[Try it]: From the line containing "d := k.New(v)" to the final line of the entries, every line is to be reproduced exactly; no other line belongs in the output.

[Material to process]:
Segment Open
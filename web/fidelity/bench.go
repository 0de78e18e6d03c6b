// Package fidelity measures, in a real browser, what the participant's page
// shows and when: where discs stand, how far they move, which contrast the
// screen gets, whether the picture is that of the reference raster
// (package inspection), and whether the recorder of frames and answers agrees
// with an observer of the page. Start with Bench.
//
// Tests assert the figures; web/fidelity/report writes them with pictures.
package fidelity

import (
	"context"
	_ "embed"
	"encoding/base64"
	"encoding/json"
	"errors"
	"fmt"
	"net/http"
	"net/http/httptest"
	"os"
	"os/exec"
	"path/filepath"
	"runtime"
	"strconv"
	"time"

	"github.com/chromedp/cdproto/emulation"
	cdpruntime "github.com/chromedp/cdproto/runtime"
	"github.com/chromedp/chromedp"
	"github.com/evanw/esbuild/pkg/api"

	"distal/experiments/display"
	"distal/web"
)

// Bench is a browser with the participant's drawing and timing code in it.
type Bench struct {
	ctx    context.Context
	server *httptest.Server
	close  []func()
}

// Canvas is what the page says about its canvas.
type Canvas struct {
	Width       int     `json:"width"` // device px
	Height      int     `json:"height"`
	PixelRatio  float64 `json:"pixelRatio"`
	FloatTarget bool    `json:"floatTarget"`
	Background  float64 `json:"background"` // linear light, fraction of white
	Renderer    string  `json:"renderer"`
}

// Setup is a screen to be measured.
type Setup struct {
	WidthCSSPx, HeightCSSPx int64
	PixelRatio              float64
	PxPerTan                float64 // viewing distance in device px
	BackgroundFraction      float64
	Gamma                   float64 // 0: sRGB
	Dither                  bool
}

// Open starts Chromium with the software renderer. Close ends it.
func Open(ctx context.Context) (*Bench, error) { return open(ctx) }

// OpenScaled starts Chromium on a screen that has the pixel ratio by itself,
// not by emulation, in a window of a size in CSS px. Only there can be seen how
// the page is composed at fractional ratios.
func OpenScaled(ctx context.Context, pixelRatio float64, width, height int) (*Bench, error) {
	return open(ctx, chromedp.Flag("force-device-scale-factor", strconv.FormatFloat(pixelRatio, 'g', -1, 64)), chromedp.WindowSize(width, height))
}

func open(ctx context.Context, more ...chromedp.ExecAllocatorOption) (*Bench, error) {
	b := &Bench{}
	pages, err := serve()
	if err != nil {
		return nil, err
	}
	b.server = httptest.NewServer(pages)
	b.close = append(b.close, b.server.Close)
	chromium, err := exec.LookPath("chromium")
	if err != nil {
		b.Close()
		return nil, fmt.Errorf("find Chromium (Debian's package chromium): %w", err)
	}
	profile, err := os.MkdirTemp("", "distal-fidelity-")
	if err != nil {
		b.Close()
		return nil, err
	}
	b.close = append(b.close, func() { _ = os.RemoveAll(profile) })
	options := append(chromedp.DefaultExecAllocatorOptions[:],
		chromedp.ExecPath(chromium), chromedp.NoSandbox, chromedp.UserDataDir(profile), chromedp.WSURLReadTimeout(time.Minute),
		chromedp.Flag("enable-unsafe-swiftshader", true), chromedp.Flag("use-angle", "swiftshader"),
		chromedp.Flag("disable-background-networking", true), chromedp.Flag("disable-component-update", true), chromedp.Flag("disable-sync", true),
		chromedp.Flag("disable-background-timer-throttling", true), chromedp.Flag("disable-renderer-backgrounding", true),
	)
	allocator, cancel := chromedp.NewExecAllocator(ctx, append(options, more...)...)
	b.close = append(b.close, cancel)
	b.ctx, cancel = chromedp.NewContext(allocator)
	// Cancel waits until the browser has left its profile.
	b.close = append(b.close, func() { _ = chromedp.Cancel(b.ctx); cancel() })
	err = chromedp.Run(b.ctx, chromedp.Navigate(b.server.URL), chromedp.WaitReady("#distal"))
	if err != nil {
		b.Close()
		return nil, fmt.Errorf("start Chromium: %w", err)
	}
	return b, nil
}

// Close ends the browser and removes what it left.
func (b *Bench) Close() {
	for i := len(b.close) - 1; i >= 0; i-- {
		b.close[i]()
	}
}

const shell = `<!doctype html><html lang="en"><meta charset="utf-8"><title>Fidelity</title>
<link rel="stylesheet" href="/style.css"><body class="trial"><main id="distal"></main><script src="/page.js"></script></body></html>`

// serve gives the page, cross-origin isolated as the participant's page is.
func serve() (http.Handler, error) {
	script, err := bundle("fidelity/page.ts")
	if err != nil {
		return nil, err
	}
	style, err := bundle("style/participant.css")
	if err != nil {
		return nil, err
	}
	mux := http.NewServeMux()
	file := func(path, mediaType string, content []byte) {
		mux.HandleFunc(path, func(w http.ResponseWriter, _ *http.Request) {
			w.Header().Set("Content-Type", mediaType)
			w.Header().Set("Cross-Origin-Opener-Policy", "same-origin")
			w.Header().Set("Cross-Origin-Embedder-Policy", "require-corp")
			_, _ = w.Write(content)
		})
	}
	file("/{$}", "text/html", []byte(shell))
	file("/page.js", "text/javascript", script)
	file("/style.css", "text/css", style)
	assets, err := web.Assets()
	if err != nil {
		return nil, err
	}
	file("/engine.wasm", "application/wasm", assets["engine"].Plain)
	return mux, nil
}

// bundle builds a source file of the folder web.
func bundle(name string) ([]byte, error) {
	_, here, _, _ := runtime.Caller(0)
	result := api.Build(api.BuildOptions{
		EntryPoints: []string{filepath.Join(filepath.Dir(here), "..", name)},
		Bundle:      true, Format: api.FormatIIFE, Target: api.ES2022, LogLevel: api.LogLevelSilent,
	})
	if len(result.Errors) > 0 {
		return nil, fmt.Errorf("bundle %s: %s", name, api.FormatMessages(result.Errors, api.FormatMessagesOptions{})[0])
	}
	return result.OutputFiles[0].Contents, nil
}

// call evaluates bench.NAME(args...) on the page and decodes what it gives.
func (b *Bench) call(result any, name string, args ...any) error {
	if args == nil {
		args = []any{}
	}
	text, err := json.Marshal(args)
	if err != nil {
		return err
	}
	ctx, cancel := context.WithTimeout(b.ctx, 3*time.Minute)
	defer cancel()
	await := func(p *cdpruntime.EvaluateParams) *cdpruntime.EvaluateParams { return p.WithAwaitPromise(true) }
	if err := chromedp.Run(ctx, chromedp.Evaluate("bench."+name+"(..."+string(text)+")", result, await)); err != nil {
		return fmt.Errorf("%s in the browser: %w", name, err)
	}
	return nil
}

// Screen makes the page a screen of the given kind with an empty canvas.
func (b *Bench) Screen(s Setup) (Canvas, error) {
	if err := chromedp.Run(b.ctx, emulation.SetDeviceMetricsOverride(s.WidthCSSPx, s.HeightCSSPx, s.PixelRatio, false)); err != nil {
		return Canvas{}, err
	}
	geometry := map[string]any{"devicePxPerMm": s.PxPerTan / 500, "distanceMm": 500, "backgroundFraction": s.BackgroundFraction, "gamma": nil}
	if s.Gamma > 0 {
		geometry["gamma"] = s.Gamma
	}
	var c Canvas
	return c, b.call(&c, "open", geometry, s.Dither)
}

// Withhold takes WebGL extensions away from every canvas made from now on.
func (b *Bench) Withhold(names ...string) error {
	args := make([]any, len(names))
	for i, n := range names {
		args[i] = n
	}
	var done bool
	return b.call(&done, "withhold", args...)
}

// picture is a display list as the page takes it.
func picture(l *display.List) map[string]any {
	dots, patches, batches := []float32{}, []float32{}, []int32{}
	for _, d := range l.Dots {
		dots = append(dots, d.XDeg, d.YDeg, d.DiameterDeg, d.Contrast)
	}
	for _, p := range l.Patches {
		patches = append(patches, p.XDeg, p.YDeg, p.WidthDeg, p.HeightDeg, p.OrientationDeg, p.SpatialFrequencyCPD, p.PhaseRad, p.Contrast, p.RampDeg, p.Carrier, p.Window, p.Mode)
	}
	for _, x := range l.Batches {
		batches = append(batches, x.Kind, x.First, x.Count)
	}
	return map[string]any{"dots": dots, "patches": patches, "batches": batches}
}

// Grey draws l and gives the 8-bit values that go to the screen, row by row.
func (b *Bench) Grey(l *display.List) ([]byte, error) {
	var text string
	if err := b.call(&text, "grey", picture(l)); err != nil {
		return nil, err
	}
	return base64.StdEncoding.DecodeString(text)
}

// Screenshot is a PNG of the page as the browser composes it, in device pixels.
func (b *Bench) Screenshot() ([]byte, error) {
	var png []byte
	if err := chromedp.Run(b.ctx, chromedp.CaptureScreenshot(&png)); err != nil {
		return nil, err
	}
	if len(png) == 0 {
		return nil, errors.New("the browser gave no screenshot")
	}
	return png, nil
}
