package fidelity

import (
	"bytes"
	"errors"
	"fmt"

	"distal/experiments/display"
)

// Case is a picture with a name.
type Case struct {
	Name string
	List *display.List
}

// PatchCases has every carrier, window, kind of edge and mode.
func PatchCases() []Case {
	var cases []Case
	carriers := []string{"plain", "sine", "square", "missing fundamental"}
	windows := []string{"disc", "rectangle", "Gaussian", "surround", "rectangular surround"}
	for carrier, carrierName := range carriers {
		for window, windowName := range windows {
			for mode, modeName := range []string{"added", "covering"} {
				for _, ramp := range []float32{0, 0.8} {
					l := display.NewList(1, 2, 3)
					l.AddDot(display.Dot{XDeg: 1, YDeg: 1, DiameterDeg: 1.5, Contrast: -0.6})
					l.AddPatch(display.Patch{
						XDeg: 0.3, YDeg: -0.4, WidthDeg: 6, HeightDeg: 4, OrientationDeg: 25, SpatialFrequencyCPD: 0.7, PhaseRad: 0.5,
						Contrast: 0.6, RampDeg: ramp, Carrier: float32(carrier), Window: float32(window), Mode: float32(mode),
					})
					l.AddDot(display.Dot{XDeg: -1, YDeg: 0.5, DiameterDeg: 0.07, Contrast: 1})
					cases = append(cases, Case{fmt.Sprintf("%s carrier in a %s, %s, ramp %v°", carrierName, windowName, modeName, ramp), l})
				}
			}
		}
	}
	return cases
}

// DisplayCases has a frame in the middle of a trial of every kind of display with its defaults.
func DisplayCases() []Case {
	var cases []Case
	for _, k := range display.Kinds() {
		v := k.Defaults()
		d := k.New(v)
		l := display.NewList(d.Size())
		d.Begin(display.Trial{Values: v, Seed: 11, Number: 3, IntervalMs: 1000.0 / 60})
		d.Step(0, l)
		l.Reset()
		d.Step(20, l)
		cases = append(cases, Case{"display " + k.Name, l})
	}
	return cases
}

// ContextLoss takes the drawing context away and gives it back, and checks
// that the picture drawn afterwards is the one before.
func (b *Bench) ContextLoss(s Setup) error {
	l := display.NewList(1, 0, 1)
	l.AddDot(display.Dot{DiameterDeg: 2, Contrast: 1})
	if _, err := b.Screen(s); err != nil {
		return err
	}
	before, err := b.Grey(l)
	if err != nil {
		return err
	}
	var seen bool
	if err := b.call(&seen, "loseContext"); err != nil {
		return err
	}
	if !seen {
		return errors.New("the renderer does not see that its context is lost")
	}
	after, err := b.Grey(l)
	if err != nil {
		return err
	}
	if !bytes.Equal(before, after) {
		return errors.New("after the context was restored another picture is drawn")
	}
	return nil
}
Segment Closed
[Written response]:
		d := k.New(v)
		l := display.NewList(d.Size())
		d.Begin(display.Trial{Values: v, Seed: 11, Number: 3, IntervalMs: 1000.0 / 60})
		d.Step(0, l)
		l.Reset()
		d.Step(20, l)
		cases = append(cases, Case{"display " + k.Name, l})
	}
	return cases
}

// ContextLoss takes the drawing context away and gives it back, and checks
// that the picture drawn afterwards is the one before.
func (b *Bench) ContextLoss(s Setup) error {
	l := display.NewList(1, 0, 1)
	l.AddDot(display.Dot{DiameterDeg: 2, Contrast: 1})
	if _, err := b.Screen(s); err != nil {
		return err
	}
	before, err := b.Grey(l)
	if err != nil {
		return err
	}
	var seen bool
	if err := b.call(&seen, "loseContext"); err != nil {
		return err
	}
	if !seen {
		return errors.New("the renderer does not see that its context is lost")
	}
	after, err := b.Grey(l)
	if err != nil {
		return err
	}
	if !bytes.Equal(before, after) {
		return errors.New("after the context was restored another picture is drawn")
	}
	return nil
}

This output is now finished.